Today apply a mixed model to a quantitative explanatory variable within the hypothetical dataset ‘field yield’. The dataset includes four maize trial sites in the central Mexico highlands (attached). To simplify the discussion, today's analysis is restricted to a single site, San Felipe.

The response variable is yield in metric tons per hectare, and the variable of interest is MBoost, a mythical microbial product that may improve yields at small application rates (between 0.5 to 1 kg per hectare).

Each site had a consistent design: three treatments: 0, 0.5 and 1kg/Ha Mboost. Treatments were blocked in a randomized complete block design. If we were interested running the dose response analysis, it might look like:

*The field yield data set was restricted to the San Felipe site;
PROC Mixed DATA=WORK.RATETEST plots=all;
CLASS Block Mboost;
MODEL Yield_tonnes_ha = Rate_kg_ha Mboost/ Solution;
RANDOM Block;
RUN;

We model the quantitative rate variable (deliberately omitted from the class statement) and the Mboost variable against yield.
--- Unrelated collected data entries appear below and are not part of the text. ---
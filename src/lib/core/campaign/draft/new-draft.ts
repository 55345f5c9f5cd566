import type {
  DraftCondition,
  DraftConstant,
  DraftMachine,
  DraftMeasurand,
  DraftReading,
  DraftTreatment,
  PlanDraft
} from './plan-draft.ts';

/** Returns a key that none of the items has: the letter and the next number. */
export function nextKey(letter: string, items: readonly { key: string }[]): string {
  const used = items.map(({ key }) => (key.startsWith(letter) ? Number(key.slice(letter.length)) : 0));
  return `${letter}${Math.max(0, ...used.filter(Number.isInteger)) + 1}`;
}

const anyRange = () => ({ min: '', max: '' });
const taken = () => ({
  when: 'after' as const,
  point: '',
  pointUnit: '',
  repeats: '1',
  resolution: '',
  mayStopAtLimit: false
});

export const newTreatment = (among: readonly DraftTreatment[], name = ''): DraftTreatment => ({
  key: nextKey('t', among),
  name,
  specimens: '',
  control: false,
  note: ''
});

export const newMachine = (among: readonly DraftMachine[], slots = 3): DraftMachine => ({
  key: nextKey('m', among),
  name: '',
  layout: 'row',
  columns: '2',
  slots: Array.from({ length: slots }, (_, i) => ({ name: String(i + 1), inService: true }))
});

export const newReading = (among: readonly DraftReading[], id = ''): DraftReading => ({
  key: nextKey('r', among),
  id,
  label: '',
  unit: '',
  decimals: '2',
  possible: anyRange(),
  expected: anyRange(),
  ...taken()
});

export const newConstant = (among: readonly DraftConstant[]): DraftConstant => ({
  key: nextKey('c', among),
  id: '',
  label: '',
  value: '',
  unit: ''
});

export const newMeasurand = (among: readonly DraftMeasurand[]): DraftMeasurand => ({
  key: nextKey('y', among),
  id: '',
  label: '',
  unit: '',
  decimals: '2',
  source: 'read',
  formula: '',
  direction: 'lower',
  target: '',
  possible: anyRange(),
  expected: anyRange(),
  scatter: '',
  difference: '',
  equivalenceMargin: '',
  ...taken()
});

export const newCondition = (among: readonly DraftCondition[]): DraftCondition => ({
  key: nextKey('w', among),
  label: '',
  kind: 'number',
  unit: '',
  window: anyRange()
});

/**
 * Returns an empty draft.
 *
 * @param words - precautions and reasons for ruin to begin with, in the person's language
 */
export function newDraft(words: { precautions: readonly string[]; ruinReasons: readonly string[] }): PlanDraft {
  return {
    v: 1,
    title: '',
    question: '',
    operator: '',
    treatments: [],
    machines: [newMachine([])],
    sessionsPerShift: '',
    minutesPerSession: '',
    runMinutes: '',
    readings: [],
    constants: [],
    measurands: [newMeasurand([])],
    conditions: [],
    precautions: words.precautions.join('\n'),
    ruinReasons: words.ruinReasons.join('\n'),
    open: false,
    primary: {
      measurand: '',
      sessions: 'fixed',
      comparison: 'all-pairs',
      adjustment: 'tukey',
      alpha: '0.05',
      slotInModel: false
    },
    design: {
      maxSessions: '',
      resolvable: false,
      controlWeigh: 'test-control',
      controlInEverySession: false,
      apart: [],
      chosen: '',
      seed: '',
      order: 'early-stop',
      spares: '0'
    }
  };
}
Random factor is block.

The residual plots seem OK for a small field data set.  The output shows the rate was significant, however a lack of effect of Mboost. This is expected since rate is completely orthogonal to Mboost and consumed almost all the variance otherwise that could be explained by the binary (yes-no) inclusion of the ingredient.  Next time, we will omit Mboost.
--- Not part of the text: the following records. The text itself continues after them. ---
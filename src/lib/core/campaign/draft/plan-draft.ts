import * as v from 'valibot';

/**
 * A plan while it is being written: every number as it was typed, so that nothing typed is lost or guessed. `readDraft`
 * makes the plan of it, or says what stands in the way.
 */

const typed = v.pipe(v.string(), v.maxLength(4000));
const typedRange = v.strictObject({ min: typed, max: typed });
const list = <T extends v.GenericSchema>(of: T, most: number) => v.pipe(v.array(of), v.maxLength(most));

export const DraftTreatmentSchema = v.strictObject({
  key: typed,
  name: typed,
  specimens: typed,
  control: v.boolean(),
  note: typed
});

export const DraftMachineSchema = v.strictObject({
  key: typed,
  name: typed,
  layout: v.picklist(['row', 'ring', 'grid']),
  columns: typed,
  slots: list(v.strictObject({ name: typed, inService: v.boolean() }), 100)
});

const takenSchema = {
  when: v.picklist(['before', 'after', 'at']),
  /** For `at`: the point of the run and its unit ("500", "cycles"). */
  point: typed,
  pointUnit: typed,
  repeats: typed,
  resolution: typed,
  mayStopAtLimit: v.boolean()
};

export const DraftReadingSchema = v.strictObject({
  key: typed,
  /** The name a formula uses. */
  id: typed,
  label: typed,
  unit: typed,
  decimals: typed,
  possible: typedRange,
  expected: typedRange,
  ...takenSchema
});

export const DraftConstantSchema = v.strictObject({ key: typed, id: typed, label: typed, value: typed, unit: typed });

export const DraftMeasurandSchema = v.strictObject({
  key: typed,
  /** Id in the plan once it is fixed; "" while it follows the label. */
  id: typed,
  label: typed,
  unit: typed,
  decimals: typed,
  /** Read as it is, computed by a formula, or a rank or score given to each specimen. */
  source: v.picklist(['read', 'formula', 'rank']),
  formula: typed,
  direction: v.picklist(['lower', 'higher', 'target']),
  target: typed,
  possible: typedRange,
  expected: typedRange,
  scatter: typed,
  difference: typed,
  equivalenceMargin: typed,
  /** How it is taken when it is read as it is. */
  ...takenSchema
});

export const DraftConditionSchema = v.strictObject({
  key: typed,
  label: typed,
  kind: v.picklist(['number', 'text']),
  unit: typed,
  window: typedRange
});

export const PlanDraftSchema = v.strictObject({
  v: v.literal(1),
  title: typed,
  question: typed,
  operator: typed,
  treatments: list(DraftTreatmentSchema, 1000),
  machines: list(DraftMachineSchema, 50),
  sessionsPerShift: typed,
  minutesPerSession: typed,
  runMinutes: typed,
  readings: list(DraftReadingSchema, 100),
  constants: list(DraftConstantSchema, 100),
  measurands: list(DraftMeasurandSchema, 50),
  conditions: list(DraftConditionSchema, 50),
  /** One a line. */
  precautions: v.pipe(v.string(), v.maxLength(20_000)),
  ruinReasons: v.pipe(v.string(), v.maxLength(20_000)),
  open: v.boolean(),
  primary: v.strictObject({
    /** Key of a measurand; "" is the first. */
    measurand: typed,
    sessions: v.picklist(['fixed', 'random']),
    comparison: v.picklist(['all-pairs', 'to-control', 'to-best']),
    adjustment: v.picklist(['tukey', 'holm', 'none', 'dunnett', 'hsu']),
    alpha: typed,
    slotInModel: v.boolean()
  }),
  design: v.strictObject({
    maxSessions: typed,
    /** Each shift is to hold every treatment once. */
    resolvable: v.boolean(),
    /** Which comparisons count when there are controls. */
    controlWeigh: v.picklist(['test-control', 'test-test', 'half']),
    /** Whether the controls are in every session. */
    controlInEverySession: v.boolean(),
    /** Keys of two treatments that must not share a session. */
    apart: list(v.strictObject({ one: typed, other: typed }), 200),
    /** Name of the chosen design; "" follows the recommendation. */
    chosen: typed,
    seed: typed,
    order: v.picklist(['early-stop', 'chance']),
    spares: typed
  })
});

export type PlanDraft = v.InferOutput<typeof PlanDraftSchema>;
export type DraftTreatment = v.InferOutput<typeof DraftTreatmentSchema>;
export type DraftMachine = v.InferOutput<typeof DraftMachineSchema>;
export type DraftReading = v.InferOutput<typeof DraftReadingSchema>;
export type DraftConstant = v.InferOutput<typeof DraftConstantSchema>;
export type DraftMeasurand = v.InferOutput<typeof DraftMeasurandSchema>;
export type DraftCondition = v.InferOutput<typeof DraftConditionSchema>;
export type DraftRange = v.InferOutput<typeof typedRange>;

/** Returns the draft that was stored, or null when it is not one this version of the program can read. */
export function parseDraft(stored: unknown): PlanDraft | null {
  const parsed = v.safeParse(PlanDraftSchema, stored);
  return parsed.success ? parsed.output : null;
}
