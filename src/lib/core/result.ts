/** The project's one way to return what can be expected to fail: a value, or a tagged error. */
export type Result<T, E extends { tag: string }> = { ok: true; value: T } | { ok: false; error: E };

export const ok = <T>(value: T): { ok: true; value: T } => ({ ok: true, value });

export const fail = <E extends { tag: string }>(error: E): { ok: false; error: E } => ({ ok: false, error });
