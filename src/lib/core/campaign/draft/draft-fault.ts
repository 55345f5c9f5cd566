/**
 * Something in a draft that a person should see. `stop` faults keep the plan from being issued; `told` ones are allowed and
 * said. `path` is the place in the draft, as "treatments.3.name".
 */
export type DraftFault = { path: string; weight: 'stop' | 'told' } & (
  | { tag: 'title-empty' }
  | { tag: 'treatments-too-few'; least: number }
  | { tag: 'treatments-too-many'; most: number }
  | { tag: 'name-empty' }
  | { tag: 'name-twice'; name: string }
  | { tag: 'too-long'; most: number }
  | { tag: 'not-a-number'; text: string }
  | { tag: 'two-meanings'; text: string; candidates: string[] }
  | { tag: 'not-whole'; least: number; most: number }
  | { tag: 'not-positive' }
  | { tag: 'needed' }
  | { tag: 'range-upside-down' }
  | { tag: 'expected-beyond-possible' }
  | { tag: 'no-slot-in-service' }
  | { tag: 'id-not-a-name'; text: string }
  | { tag: 'id-twice'; id: string }
  | { tag: 'formula-empty' }
  | { tag: 'no-measurand' }
  | { tag: 'alpha-out-of-range' }
  | { tag: 'control-needed' }
  | { tag: 'fewer-specimens-than-two' }
  /** More slots than treatments, or as many: every session can hold all of them. */
  | { tag: 'complete-sessions'; slots: number; treatments: number }
);
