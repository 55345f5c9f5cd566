import type { Constant, Direction, Measurand, ReadingDefinition } from '../plan.ts';
import type { DraftReader } from './draft-reader.ts';
import type { DraftMeasurand, DraftReading, PlanDraft } from './plan-draft.ts';

export function readReadings(draft: PlanDraft, reader: DraftReader, ids: Set<string>): ReadingDefinition[] {
  return draft.readings.map((reading, i): ReadingDefinition => {
    const path = `readings.${i}`;
    const id = reader.id(`${path}.id`, reading.id, ids);
    return {
      id,
      label: reader.text(`${path}.label`, reading.label, 120) || id,
      unit: reader.text(`${path}.unit`, reading.unit, 40),
      decimals: reader.whole(`${path}.decimals`, reading.decimals, 0, 12) ?? 2,
      ...reader.ranges(path, reading),
      ...readTaken(path, reading, reader)
    };
  });
}

export function readConstants(draft: PlanDraft, reader: DraftReader, ids: Set<string>): Constant[] {
  return draft.constants.map((constant, i): Constant => {
    const path = `constants.${i}`;
    const id = reader.id(`${path}.id`, constant.id, ids);
    const value = reader.number(`${path}.value`, constant.value);
    if (constant.value.trim() === '') reader.fault(`${path}.value`, { tag: 'needed' });
    return {
      id,
      label: reader.text(`${path}.label`, constant.label, 120) || id,
      value: value ?? 0,
      unit: reader.text(`${path}.unit`, constant.unit, 40)
    };
  });
}

type Taken = Pick<ReadingDefinition, 'when' | 'repeats' | 'resolution' | 'mayStopAtLimit'>;

function readTaken(path: string, typed: DraftReading | DraftMeasurand, reader: DraftReader): Taken {
  const point = typed.when === 'at' ? reader.number(`${path}.point`, typed.point) : null;
  if (typed.when === 'at' && typed.point.trim() === '') reader.fault(`${path}.point`, { tag: 'needed' });
  return {
    when:
      typed.when === 'at'
        ? { kind: 'at', point: point ?? 0, unit: reader.text(`${path}.pointUnit`, typed.pointUnit, 40) }
        : { kind: typed.when },
    repeats: reader.whole(`${path}.repeats`, typed.repeats, 1, 20) ?? 1,
    resolution: reader.positive(`${path}.resolution`, typed.resolution),
    mayStopAtLimit: typed.mayStopAtLimit
  };
}

interface ReadMeasurands {
  measurands: Measurand[];
  /** Id in the plan by key in the draft. */
  idOf: Map<string, string>;
  /** Readings of the measurands that are read as they are. */
  read: ReadingDefinition[];
}

export function readMeasurands(draft: PlanDraft, reader: DraftReader, ids: Set<string>): ReadMeasurands {
  if (draft.measurands.length === 0) reader.fault('measurands', { tag: 'no-measurand' });
  const idOf = new Map<string, string>();
  const read: ReadingDefinition[] = [];
  const labels = new Set<string>();
  const measurands = draft.measurands.map((typed, i): Measurand => {
    const path = `measurands.${i}`;
    const label = reader.text(`${path}.label`, typed.label, 120);
    if (label === '') reader.fault(`${path}.label`, { tag: 'name-empty' });
    else if (labels.has(label)) reader.fault(`${path}.label`, { tag: 'name-twice', name: label });
    labels.add(label);
    const id = typed.id || freeId(label, typed.key, ids);
    ids.add(id);
    idOf.set(typed.key, id);
    if (typed.source === 'formula' && typed.formula.trim() === '') {
      reader.fault(`${path}.formula`, { tag: 'formula-empty' });
    }
    const measurand: Measurand = {
      id,
      label,
      unit: reader.text(`${path}.unit`, typed.unit, 40),
      decimals: reader.whole(`${path}.decimals`, typed.decimals, 0, 12) ?? 2,
      formula: typed.source === 'formula' ? reader.text(`${path}.formula`, typed.formula, 1000) : null,
      direction: readDirection(path, typed, reader),
      kind: typed.source === 'rank' ? 'rank' : 'number',
      ...reader.ranges(path, typed),
      scatter: reader.positive(`${path}.scatter`, typed.scatter),
      difference: reader.positive(`${path}.difference`, typed.difference),
      equivalenceMargin: reader.positive(`${path}.equivalenceMargin`, typed.equivalenceMargin)
    };
    if (typed.source !== 'formula') {
      const { unit, decimals, possible, expected } = measurand;
      read.push({ id, label, unit, decimals, possible, expected, ...readTaken(path, typed, reader) });
    }
    return measurand;
  });
  return { measurands, idOf, read };
}

function readDirection(path: string, typed: DraftMeasurand, reader: DraftReader): Direction {
  if (typed.direction !== 'target') return { kind: typed.direction };
  const value = reader.number(`${path}.target`, typed.target);
  if (typed.target.trim() === '') reader.fault(`${path}.target`, { tag: 'needed' });
  return { kind: 'target', value: value ?? 0 };
}

/** An id that reads like the label ("Loss of film thickness" → loss_of_film_thickness), free among the taken ones. */
function freeId(label: string, key: string, taken: Set<string>): string {
  const plain = label
    .toLowerCase()
    .replace(/ß/g, 'ss')
    .replace(/([äöü])/g, (umlaut) => ({ ä: 'ae', ö: 'oe', ü: 'ue' })[umlaut] ?? umlaut)
    .normalize('NFD')
    .replace(/[^a-z0-9]+/g, '_')
    .replace(/^[^a-z]+|_+$/g, '')
    .slice(0, 36)
    .replace(/_+$/, '');
  const stem = plain || key;
  let id = stem;
  for (let n = 2; taken.has(id); n++) id = `${stem}_${n}`;
  taken.add(id);
  return id;
}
Another thing to note what the Type 3 fixed effects for rate do not test: they do not test the slope including whether the response was linear or quadratic. All we can determine from the test is that the differences of at least one of the means are significantly different from 0. Chapter 3.4 of SAS® for Mixed Models: Introduction and Basic Applications outlines several ways to go fitting the response trajectory.

From this analysis we’ve determined the rate is a significant effect. For our combined site analysis, we may want to test the same factors, also including location interactions and random effects.